Noreen Williams, PhD.

A NIGMS grant will allow Noreen Williams, PhD, to study ways to target the parasite that causes African sleeping sickness without affecting the human host.

Williams Using Grant to Study Disease-Causing Parasite Structure

Published February 12, 2016

Noreen Williams, PhD, professor of microbiology and immunology, has received a four-year, $1.15 million grant to further examine a unique preribosomal complex she has identified occurring in the parasite causing African sleeping sickness.

“Our goals are to exploit the differences that will allow us to specifically target the parasite and not the human host.”
Professor of microbiology and immunology

The grant, from the National Institute of General Medical Sciences, will allow Williams and her team to work on developing an assay to identify drugs to target the parasite.

Identifying Critical Interactions in Survivability

Ribosomes are the molecular machines that function to make proteins. They are comprised of both ribosomal RNAs (rRNAs), which perform the catalytic function of protein synthesis, and a large number of proteins that form the structural scaffold of the ribosome.

“Our laboratory has shown that there are critically important differences in the process of ribosome formation in the parasitic organism we study, Trypanosoma brucei, the organism that causes African sleeping sickness,” Williams says.

Williams says the research will first focus on learning more about the small complex that brings 5S rRNA to the forming ribosome and then to identify the critical interactions in the complex that are required for the parasite to survive.

Lastly, the researchers’ goal is to identify compounds that target those interactions through drug screening.

Targeting the Parasite, Not the Human Host

Williams said her laboratory has defined the earliest preribosomal particle in trypanosomes, which contains the conserved components 5S rRNA and L5 as well as the trypanosome-specific proteins, P34/P37.

She says her team’s research has shown that both L5 and P34/P37 are essential to the formation of functional ribosomes and therefore, the viability of T. brucei.
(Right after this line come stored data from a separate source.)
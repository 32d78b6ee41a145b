"""The chain of stages: the nodes that all signal crosses, in signal order, with hand and exact gain between them."""

from __future__ import annotations

import math
from functools import cmp_to_key

import numpy as np

from tauledger.circuit import GROUND
from tauledger.devices.family import Device
from tauledger.hand.arrangements import arrangement, beyond, bootstrapped, device_of, follows_as_one, outer
from tauledger.hand.elements import Cell
from tauledger.hand.equivalent import EquivalentCircuit, upper_circuit
from tauledger.hand.estimate import StageRow
from tauledger.hand.looking_in import looking_in
from tauledger.hand.miller import hand_gain, signal_gain
from tauledger.hand.mirror import drive_of_halves, find_mirror, half_circuit
from tauledger.hand.nodes import Group, crossing, groups, node_name
from tauledger.hand.roles import follower_of, leaves_at, role_of
from tauledger.network.bands import Bands

CROSSED_BY_ALL = (0.9, 1.1)
PART_OF_A_STAGE = 0.001
WORTH_A_REASON = 0.02
OPPOSITE = 1e-6


def stage_rows(bands: Bands, devices: tuple[Device, ...]) -> tuple[StageRow, ...]:
    """List the signal nodes with 0.9 < ρ < 1.1 in signal order.

    gain_exact is the voltage ratio to the node before, gain_hand the hand gain driven from that node; for the first
    node both count from the source: V/V where one voltage source drives, ohm where one current source does, None where
    several do; two in opposite phase count as their difference. Of a balanced circuit the half circuit is listed, its
    first gain counted from its own source. gain_hand is None at a first node that no source reaches without a stage.
    Raises NetworkError where the mid-band circuit has no unique solution.
    """
    whole = upper_circuit(bands, devices)
    mirror = find_mirror(whole)
    circuit = whole if mirror is None else half_circuit(whole, mirror)
    crossed = [
        group for group in groups(circuit) if CROSSED_BY_ALL[0] < crossing(circuit, group.nodes[0]) < CROSSED_BY_ALL[1]
    ]

    def order(a: Group, b: Group) -> int:
        return _order(circuit, a.nodes[0], b.nodes[0])

    ordered = sorted(crossed, key=cmp_to_key(order))
    rows: list[StageRow] = []
    earlier: list[Cell] = []
    before: str | None = None
    for group in ordered:
        node = group.nodes[0]
        if before is None:
            by_hand, exact = _from_source(bands, circuit, node, halves=mirror is not None)
        else:
            exact = _ratio(circuit, before, node)
            solved = signal_gain if circuit.s_mid else _hand_value
            by_hand = solved(circuit, before, node)
        if by_hand == 0.0:
            # no element leads from the node before to this one: paper has no gain for it
            by_hand = None
        cell = _source_cell(circuit, group, before)
        around = () if cell is None else arrangement(circuit, cell, node, before, earlier)
        role = "passive" if cell is None else role_of(circuit, cell)
        if cell is not None and follows_as_one(around):
            role = follower_of(cell)
        rows.append(
            StageRow(
                node=group.name,
                title=group.title,
                role=role,
                owner=cell.owner if cell is not None else "",
                gain_hand=by_hand,
                gain_exact=exact,
                elements=_elements(circuit, node),
                around=around,
                why=_why(circuit, before, node, by_hand, exact),
                image="" if mirror is None else node_name(whole, mirror.image[node]),
            )
        )
        earlier += [cell] if cell is not None else []
        before = node
    return tuple(rows)


def _order(circuit: EquivalentCircuit, a: str, b: str) -> int:
    """Order two nodes that all signal crosses: driven from the earlier one alone, the later one moves as it does."""
    forward = abs(_driven(circuit, a, b) - 1.0)
    backward = abs(_driven(circuit, b, a) - 1.0)
    return -1 if forward < backward else 1


def _hand_value(circuit: EquivalentCircuit, before: str, node: str) -> float | None:
    return hand_gain(circuit, before, node).value


def _driven(circuit: EquivalentCircuit, start: str, end: str) -> complex:
    """Give the gain driven from `start` over the ratio of the signal there, complex where capacitors set the gain."""
    if not circuit.s_mid:
        return complex(circuit.gain(start, end) / _ratio(circuit, start, end))
    i, j = circuit.row[start], circuit.row[end]
    gain = complex(circuit.whole[j, i] / circuit.whole[i, i])
    return gain * complex(circuit.voltage[i]) / complex(circuit.voltage[j])


def _ratio(circuit: EquivalentCircuit, before: str, node: str) -> float:
    return float((circuit.voltage[circuit.row[node]] / circuit.voltage[circuit.row[before]]).real)


def _from_source(
    bands: Bands, circuit: EquivalentCircuit, node: str, *, halves: bool
) -> tuple[float | None, float | None]:
    """Give hand and exact gain from the source, by the Norton current that it forces into the first node."""
    driven = [amplitude for amplitude in bands.network.amplitudes.values() if amplitude]
    k = circuit.row[node]
    amplitude: complex
    if len(driven) == 1 and not halves:
        amplitude = driven[0]
    elif not halves and len(driven) == 2 and abs(driven[0] + driven[1]) <= OPPOSITE * abs(driven[0]):
        amplitude = driven[0] - driven[1]
    else:
        size = drive_of_halves(bands.network) if halves else None
        if size is None or not circuit.injected[k]:
            return None, None
        amplitude = math.copysign(size, circuit.injected[k].real)
    exact = float((circuit.voltage[k] / amplitude).real)
    if not circuit.injected[k]:
        return None, exact
    seen = looking_in(circuit, node, node_name(circuit, node)).ohm
    return float((circuit.injected[k] * seen / amplitude).real), exact


def _why(circuit: EquivalentCircuit, before: str | None, node: str, hand: float | None, exact: float | None) -> str:
    """Name what brings signal to a node beside the node before, where hand and exact gain differ by more than 2 %.

    Hand drives the node before alone: every other node then moves by v' = K·v(before). The element that carries the
    largest current more than that, with the true voltages, is the reason.
    """
    if hand is None or exact is None or abs(hand - exact) <= WORTH_A_REASON * abs(exact):
        return ""
    if before is None:
        return "looking in by hand is not exact there"
    k = circuit.row[before]
    missed = circuit.voltage - circuit.voltage[k] * np.array([circuit.gain(before, other) for other in circuit.nodes])
    missed[circuit.row[node]] = 0.0

    def at(end: str | None) -> complex:
        return 0j if end is None or end == GROUND else complex(missed[circuit.row[end]])

    carried: dict[str, float] = {}
    for r in circuit.resistors_at.get(node, ()):
        resistor = circuit.resistors[r]
        carried[resistor.name] = abs(at(resistor.other(node))) / resistor.ohm
    for c in circuit.cells_at.get(node, ()):
        cell = circuit.cells[c]
        drawn = cell.gm * (at(cell.control) - at(cell.common)) + cell.g_mb * (at(cell.body) - at(cell.common))
        drawn += (at(cell.output) - at(cell.common)) / cell.r_o
        entering = (at(cell.control) - at(cell.common)) / cell.r_pi
        total = sum(
            sign * current
            for end, sign, current in (
                (cell.output, 1.0, drawn),
                (cell.common, -1.0, drawn + entering),
                (cell.control, 1.0, entering),
            )
            if end == node
        )
        carried[cell.owner] = abs(total)
    name = max(carried, key=lambda one: carried[one], default="")
    if not name or not carried[name]:
        return "the gain was solved: no chain of hand gains fits"
    return f"{device_of(name)} brings signal to {node_name(circuit, node)} as well, past {node_name(circuit, before)}"


def _source_cell(circuit: EquivalentCircuit, group: Group, before: str | None) -> Cell | None:
    """Find the cell that brings the signal to a row: it leaves there, and enters at the row before if one does."""
    at = dict.fromkeys(k for node in group.nodes for k in circuit.cells_at.get(node, ()))
    leaving = [
        cell
        for cell in (circuit.cells[k] for k in at)
        if leaves_at(circuit, cell) in group.nodes and role_of(circuit, cell) != "diode-connected"
    ]
    if not leaving and before is not None:
        leaving = [cell for cell in circuit.cells if _follows_into(circuit, cell, group, before)]
    near = [cell for cell in leaving if before in (cell.control, cell.common)]
    return next(iter(near or leaving), None)


def _follows_into(circuit: EquivalentCircuit, cell: Cell, group: Group, before: str) -> bool:
    """Whether a follower driven at `before` leads to the row through its emitter (source) resistor."""
    left_at = leaves_at(circuit, cell)
    if left_at is None or left_at != cell.common or outer(circuit, cell.control) != before:
        return False
    return bool({*beyond(circuit, outer(circuit, left_at))} & {*group.nodes})


def _elements(circuit: EquivalentCircuit, node: str) -> tuple[str, ...]:
    """Name the resistors and cells at a node that carry more than 0.1 % of its conductance."""
    least = PART_OF_A_STAGE / circuit.z(node, node)
    resistors = [circuit.resistors[k] for k in circuit.resistors_at.get(node, ())]
    named = [
        f"{r.name} (bootstrapped)" if bootstrapped(circuit, node, r.other(node)) else device_of(r.name)
        for r in resistors
        if 1.0 / r.ohm >= least
    ]
    named += [circuit.transformers[k].name for k in circuit.transformers_at.get(node, ())]
    cells = [circuit.cells[k].owner for k in circuit.cells_at.get(node, ())]
    return (*dict.fromkeys(named + cells),)
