"""`.model` cards: type, level and parameters, checked against the family that the type belongs to."""

from __future__ import annotations

from msgspec import Struct

from tauledger.circuit import Model, fold
from tauledger.devices.family import Family
from tauledger.errors import Diagnostic, NetlistError
from tauledger.netlist.diagnostics import Site, nearest
from tauledger.netlist.items import Item, Setting, Value, Word, flattened
from tauledger.netlist.letters import DEVICES
from tauledger.netlist.numbers import read_number
from tauledger.netlist.scopes import Scope, number_of


class ModelCard(Struct, frozen=True):
    """A model with its values; `places` gives, by folded name, the item of each parameter for messages."""

    model: Model
    places: dict[str, Item]


def model_name(items: tuple[Item, ...]) -> str:
    """Give the folded name on a `.model` card; structure has made sure that there is one."""
    name = items[1]
    assert isinstance(name, Word)
    return fold(name.text)


def read_model(
    site: Site, items: tuple[Item, ...], family: Family, scope: Scope, *, name: str, card: int, path: int
) -> ModelCard:
    """Read a model for an element of `family`; `name` is its flat name.

    Raises NetlistError with all that is wrong on the card.
    """
    kind = items[2] if len(items) > 2 else None
    if not isinstance(kind, Word):
        at = len(site.card.text) if kind is None else kind
        raise site.fault(at, "the type of the model is missing", f"one of: {', '.join(family.model_types)}")
    if fold(kind.text) not in family.model_types:
        types = [known for other in DEVICES.values() for known in other.model_types]
        message = f"a {family.words} needs a model of type {' or '.join(family.model_types)}, not {kind.text}"
        raise site.fault(kind, message, nearest(kind.text, types) if fold(kind.text) not in types else "")
    faults: list[Diagnostic] = []
    values: dict[str, float] = {}
    places: dict[str, Item] = {}
    for setting in _settings(site, items[3:]):
        parameter = fold(setting.name.text)
        try:
            if parameter != "level" and parameter not in family.model_parameters:
                message = f"a {family.words} has no model parameter {setting.name.text}"
                raise site.fault(setting.name, message, nearest(parameter, family.model_parameters))
            if parameter in values:
                raise site.fault(setting, f"{setting.name.text} is given twice")
            values[parameter] = number_of(site, setting.value, scope)
            places[parameter] = setting
        except NetlistError as error:
            faults.extend(error.diagnostics)
    if faults:
        raise NetlistError(*faults)
    level = values.pop("level", 1.0)
    if level != int(level) or (family.levels and int(level) not in family.levels):
        known = ", ".join(map(str, family.levels))
        message = f"level {level:g} of a {family.words} is not supported by this version"
        raise site.fault(places["level"], message, f"supported: {known}")
    model = Model(name, fold(kind.text), int(level), tuple(values.items()), card, path)
    return ModelCard(model, places)


def _settings(site: Site, items: tuple[Item, ...]) -> list[Setting]:
    """Give the parameters of a model card; `key value` counts as `key=value`."""
    settings: list[Setting] = []
    waiting: Word | None = None
    for item in flattened(items):
        if waiting is not None and not isinstance(item, Setting):
            settings.append(Setting(waiting, _value(site, item)))
            waiting = None
        elif waiting is not None:
            raise site.fault(waiting, f"{waiting.text} needs a value", f"write {waiting.text}=value")
        elif isinstance(item, Setting):
            settings.append(item)
        elif isinstance(item, Word) and read_number(item.text) is None:
            waiting = item
        else:
            raise site.fault(item, "the name of a model parameter is expected here", "write name=value")
    if waiting is not None:
        raise site.fault(waiting, f"{waiting.text} needs a value", f"write {waiting.text}=value")
    return settings


def _value(site: Site, item: Value) -> Value:
    if isinstance(item, Word) and read_number(item.text) is None:
        raise site.fault(item, f"{item.text!r} is not a number", "write name=value")
    return item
Although the ribosome is highly conserved, subtle differences between the host and pathogen have enabled the development of drugs specifically targeting pathogen ribosome assembly and function, Williams says.

“Our hypothesis is that the interactions between the components of the essential preribosomal complex will provide valid targets for chemotherapeutic disruption of ribosomal assembly in T. brucei,” she says.

“Our goals are to exploit the differences that will allow us to specifically target the parasite and not the human host.”

Impacting Field of Eukaryotic Ribosomal Biogenesis

With the grant, Williams, who is the principal investigator, has three goals:

  • first, to determine the critical proteins that enable the association of the 5S rRNA-containing complex with the ribosome and their function in ribosome biogenesis
  • second, to define the interaction network among the preribosomal complex components and examine how disruption affects the function of the complex within the cell
  • third, to develop Förster resonance energy transfer approaches to study in vivo protein-protein interactions and screen for small interfering molecules

“Our work will also continue to provide new insights that will impact the broader field of eukaryotic ribosomal biogenesis,” Williams says.